DATA SUPPLIED:
· · · · ·
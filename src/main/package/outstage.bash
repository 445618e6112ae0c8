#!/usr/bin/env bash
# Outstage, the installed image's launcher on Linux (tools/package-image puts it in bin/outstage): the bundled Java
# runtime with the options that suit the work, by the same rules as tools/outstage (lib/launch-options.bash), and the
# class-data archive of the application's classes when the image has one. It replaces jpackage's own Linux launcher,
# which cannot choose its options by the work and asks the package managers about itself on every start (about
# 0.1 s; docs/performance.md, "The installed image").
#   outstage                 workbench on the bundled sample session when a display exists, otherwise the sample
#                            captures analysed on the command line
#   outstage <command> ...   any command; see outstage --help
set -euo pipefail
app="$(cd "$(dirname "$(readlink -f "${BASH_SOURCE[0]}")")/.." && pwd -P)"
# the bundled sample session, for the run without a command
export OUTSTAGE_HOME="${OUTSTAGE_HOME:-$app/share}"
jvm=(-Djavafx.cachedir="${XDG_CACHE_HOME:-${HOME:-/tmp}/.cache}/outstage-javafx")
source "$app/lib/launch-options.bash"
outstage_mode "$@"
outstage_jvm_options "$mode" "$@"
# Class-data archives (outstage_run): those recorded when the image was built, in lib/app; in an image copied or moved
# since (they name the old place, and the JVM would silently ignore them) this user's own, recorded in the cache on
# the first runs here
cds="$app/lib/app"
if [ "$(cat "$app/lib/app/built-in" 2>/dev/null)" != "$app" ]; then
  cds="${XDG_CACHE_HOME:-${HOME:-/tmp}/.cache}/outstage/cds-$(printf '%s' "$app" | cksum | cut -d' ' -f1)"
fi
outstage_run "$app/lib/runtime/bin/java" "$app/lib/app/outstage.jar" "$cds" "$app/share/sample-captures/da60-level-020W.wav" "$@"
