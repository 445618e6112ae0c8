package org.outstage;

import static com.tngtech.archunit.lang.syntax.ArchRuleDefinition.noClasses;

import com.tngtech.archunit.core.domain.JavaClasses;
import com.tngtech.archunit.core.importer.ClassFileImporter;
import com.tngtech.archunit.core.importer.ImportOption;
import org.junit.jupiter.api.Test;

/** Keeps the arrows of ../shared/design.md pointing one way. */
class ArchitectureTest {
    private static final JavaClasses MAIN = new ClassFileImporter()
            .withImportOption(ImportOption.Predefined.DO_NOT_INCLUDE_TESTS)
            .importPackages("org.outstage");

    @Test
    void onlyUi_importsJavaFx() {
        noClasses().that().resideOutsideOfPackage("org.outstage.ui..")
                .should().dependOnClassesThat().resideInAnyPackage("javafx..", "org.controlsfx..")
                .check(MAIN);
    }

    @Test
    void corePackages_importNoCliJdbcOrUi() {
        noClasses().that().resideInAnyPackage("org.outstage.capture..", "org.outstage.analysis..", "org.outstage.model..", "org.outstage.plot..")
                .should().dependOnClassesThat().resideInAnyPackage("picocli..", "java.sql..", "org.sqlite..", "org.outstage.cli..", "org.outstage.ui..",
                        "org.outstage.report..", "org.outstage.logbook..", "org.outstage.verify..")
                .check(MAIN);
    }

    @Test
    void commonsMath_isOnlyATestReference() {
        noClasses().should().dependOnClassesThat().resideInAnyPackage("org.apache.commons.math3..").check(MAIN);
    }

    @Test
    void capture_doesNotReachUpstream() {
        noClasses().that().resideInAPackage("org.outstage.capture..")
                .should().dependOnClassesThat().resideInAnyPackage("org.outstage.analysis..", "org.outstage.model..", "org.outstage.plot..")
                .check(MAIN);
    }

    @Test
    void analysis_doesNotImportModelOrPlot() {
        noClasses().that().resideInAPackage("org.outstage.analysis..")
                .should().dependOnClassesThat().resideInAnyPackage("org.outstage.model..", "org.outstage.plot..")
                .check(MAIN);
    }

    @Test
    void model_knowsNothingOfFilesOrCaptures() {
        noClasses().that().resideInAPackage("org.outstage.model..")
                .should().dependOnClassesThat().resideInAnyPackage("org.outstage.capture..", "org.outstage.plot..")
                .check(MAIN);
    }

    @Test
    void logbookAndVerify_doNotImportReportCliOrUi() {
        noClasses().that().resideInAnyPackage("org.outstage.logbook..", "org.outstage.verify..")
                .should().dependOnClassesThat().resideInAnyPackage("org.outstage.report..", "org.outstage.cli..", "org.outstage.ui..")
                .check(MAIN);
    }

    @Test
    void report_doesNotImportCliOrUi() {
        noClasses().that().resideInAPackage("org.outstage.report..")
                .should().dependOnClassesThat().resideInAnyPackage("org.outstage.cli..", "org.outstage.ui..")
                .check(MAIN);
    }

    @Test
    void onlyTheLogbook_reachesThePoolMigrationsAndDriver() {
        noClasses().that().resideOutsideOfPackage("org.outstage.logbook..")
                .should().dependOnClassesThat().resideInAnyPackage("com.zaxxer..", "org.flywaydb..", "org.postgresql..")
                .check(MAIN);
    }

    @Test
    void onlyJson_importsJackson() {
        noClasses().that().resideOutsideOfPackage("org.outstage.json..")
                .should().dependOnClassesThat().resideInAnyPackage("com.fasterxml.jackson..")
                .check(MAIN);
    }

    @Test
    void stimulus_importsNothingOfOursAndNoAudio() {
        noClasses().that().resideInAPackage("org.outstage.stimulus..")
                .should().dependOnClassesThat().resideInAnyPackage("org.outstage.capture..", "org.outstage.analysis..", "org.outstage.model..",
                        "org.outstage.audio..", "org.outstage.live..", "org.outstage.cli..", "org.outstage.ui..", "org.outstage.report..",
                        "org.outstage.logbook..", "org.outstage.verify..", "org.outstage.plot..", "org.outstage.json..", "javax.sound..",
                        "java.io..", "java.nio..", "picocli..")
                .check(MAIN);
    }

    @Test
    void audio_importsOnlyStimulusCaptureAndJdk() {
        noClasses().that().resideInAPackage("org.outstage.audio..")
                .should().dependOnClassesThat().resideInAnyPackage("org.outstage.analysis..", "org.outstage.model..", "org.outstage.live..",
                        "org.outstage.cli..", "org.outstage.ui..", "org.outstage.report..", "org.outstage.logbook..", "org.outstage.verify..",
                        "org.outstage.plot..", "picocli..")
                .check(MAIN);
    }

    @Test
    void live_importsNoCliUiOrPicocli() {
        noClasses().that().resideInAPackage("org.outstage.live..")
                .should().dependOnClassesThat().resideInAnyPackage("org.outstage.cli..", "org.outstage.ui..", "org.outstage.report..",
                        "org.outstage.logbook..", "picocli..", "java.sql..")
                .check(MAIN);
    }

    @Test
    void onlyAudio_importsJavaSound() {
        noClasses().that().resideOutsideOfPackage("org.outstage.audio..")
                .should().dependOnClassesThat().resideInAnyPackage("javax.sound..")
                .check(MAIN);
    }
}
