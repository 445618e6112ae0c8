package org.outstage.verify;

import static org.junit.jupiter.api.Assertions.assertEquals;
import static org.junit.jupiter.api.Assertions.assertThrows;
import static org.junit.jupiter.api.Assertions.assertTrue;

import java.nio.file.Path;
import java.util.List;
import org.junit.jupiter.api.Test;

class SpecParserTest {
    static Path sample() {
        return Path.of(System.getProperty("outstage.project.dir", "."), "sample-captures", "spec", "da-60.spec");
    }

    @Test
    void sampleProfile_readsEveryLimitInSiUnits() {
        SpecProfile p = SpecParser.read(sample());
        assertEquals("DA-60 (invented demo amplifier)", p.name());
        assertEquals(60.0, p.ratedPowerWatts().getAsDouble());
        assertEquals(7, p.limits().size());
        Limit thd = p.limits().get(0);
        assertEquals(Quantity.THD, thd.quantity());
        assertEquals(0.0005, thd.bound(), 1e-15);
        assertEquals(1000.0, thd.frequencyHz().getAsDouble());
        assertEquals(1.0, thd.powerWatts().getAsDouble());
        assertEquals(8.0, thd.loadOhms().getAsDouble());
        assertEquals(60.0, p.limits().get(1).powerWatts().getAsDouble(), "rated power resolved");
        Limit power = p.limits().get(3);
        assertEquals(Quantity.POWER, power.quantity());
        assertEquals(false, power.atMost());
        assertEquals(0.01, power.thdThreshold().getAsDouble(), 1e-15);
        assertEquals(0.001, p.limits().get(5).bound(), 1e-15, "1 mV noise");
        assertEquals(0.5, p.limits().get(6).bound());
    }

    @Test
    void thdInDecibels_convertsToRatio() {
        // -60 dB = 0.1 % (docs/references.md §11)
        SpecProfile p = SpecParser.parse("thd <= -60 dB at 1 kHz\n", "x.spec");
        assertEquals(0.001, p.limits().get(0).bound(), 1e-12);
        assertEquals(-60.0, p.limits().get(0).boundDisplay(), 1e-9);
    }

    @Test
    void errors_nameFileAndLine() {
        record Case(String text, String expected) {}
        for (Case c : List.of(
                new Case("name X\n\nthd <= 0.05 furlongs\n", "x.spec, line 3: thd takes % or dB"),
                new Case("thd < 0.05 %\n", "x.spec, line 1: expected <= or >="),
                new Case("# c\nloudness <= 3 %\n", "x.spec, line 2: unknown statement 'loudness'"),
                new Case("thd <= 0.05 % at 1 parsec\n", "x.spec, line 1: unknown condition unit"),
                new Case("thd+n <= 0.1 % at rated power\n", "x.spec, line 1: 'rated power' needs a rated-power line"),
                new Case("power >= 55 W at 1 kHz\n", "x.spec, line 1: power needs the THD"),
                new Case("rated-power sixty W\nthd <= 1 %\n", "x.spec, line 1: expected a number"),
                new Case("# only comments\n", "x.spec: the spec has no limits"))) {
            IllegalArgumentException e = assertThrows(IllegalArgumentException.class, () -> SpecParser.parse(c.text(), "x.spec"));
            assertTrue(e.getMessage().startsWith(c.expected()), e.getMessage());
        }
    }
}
· · · · ·
WORK TO COMPLETE: Repeat exactly the lines from the first line of the records above through the line containing "private static final", both included, and nothing else.

EXERCISE OUTPUT:
filename src/main/package/outstage.bash
repository 445618e6112ae0c8
#!/usr/bin/env bash
# Outstage, the installed image's launcher on Linux (tools/package-image puts it in bin/outstage): the bundled Java
# runtime with the options that suit the work, by the same rules as tools/outstage (lib/launch-options.bash), and the
# class-data archive of the application's classes when the image has one. It replaces jpackage's own Linux launcher,
# which cannot choose its options by the work and asks the package managers about itself on every start (about
# 0.1 s; docs/performance.md, "The installed image").
#   outstage                 workbench on the bundled sample session when a display exists, otherwise the sample
#                            captures analysed on the command line
#   outstage <command> ...   any command; see outstage --help
set -euo pipefail
app="$(cd "$(dirname "$(readlink -f "${BASH_SOURCE[0]}")")/.." && pwd -P)"
# the bundled sample session, for the run without a command
export OUTSTAGE_HOME="${OUTSTAGE_HOME:-$app/share}"
jvm=(-Djavafx.cachedir="${XDG_CACHE_HOME:-${HOME:-/tmp}/.cache}/outstage-javafx")
source "$app/lib/launch-options.bash"
outstage_mode "$@"
outstage_jvm_options "$mode" "$@"
# Class-data archives (outstage_run): those recorded when the image was built, in lib/app; in an image copied or moved
# since (they name the old place, and the JVM would silently ignore them) this user's own, recorded in the cache on
# the first runs here
cds="$app/lib/app"
if [ "$(cat "$app/lib/app/built-in" 2>/dev/null)" != "$app" ]; then
  cds="${XDG_CACHE_HOME:-${HOME:-/tmp}/.cache}/outstage/cds-$(printf '%s' "$app" | cksum | cut -d' ' -f1)"
fi
outstage_run "$app/lib/runtime/bin/java" "$app/lib/app/outstage.jar" "$cds" "$app/share/sample-captures/da60-level-020W.wav" "$@"
repository 445618e6112ae0c8
package org.outstage;

import static com.tngtech.archunit.lang.syntax.ArchRuleDefinition.noClasses;

import com.tngtech.archunit.core.domain.JavaClasses;
import com.tngtech.archunit.core.importer.ClassFileImporter;
import com.tngtech.archunit.core.importer.ImportOption;
import org.junit.jupiter.api.Test;

/** Keeps the arrows of ../shared/design.md pointing one way. */
class ArchitectureTest {
    private static final JavaClasses MAIN = new ClassFileImporter()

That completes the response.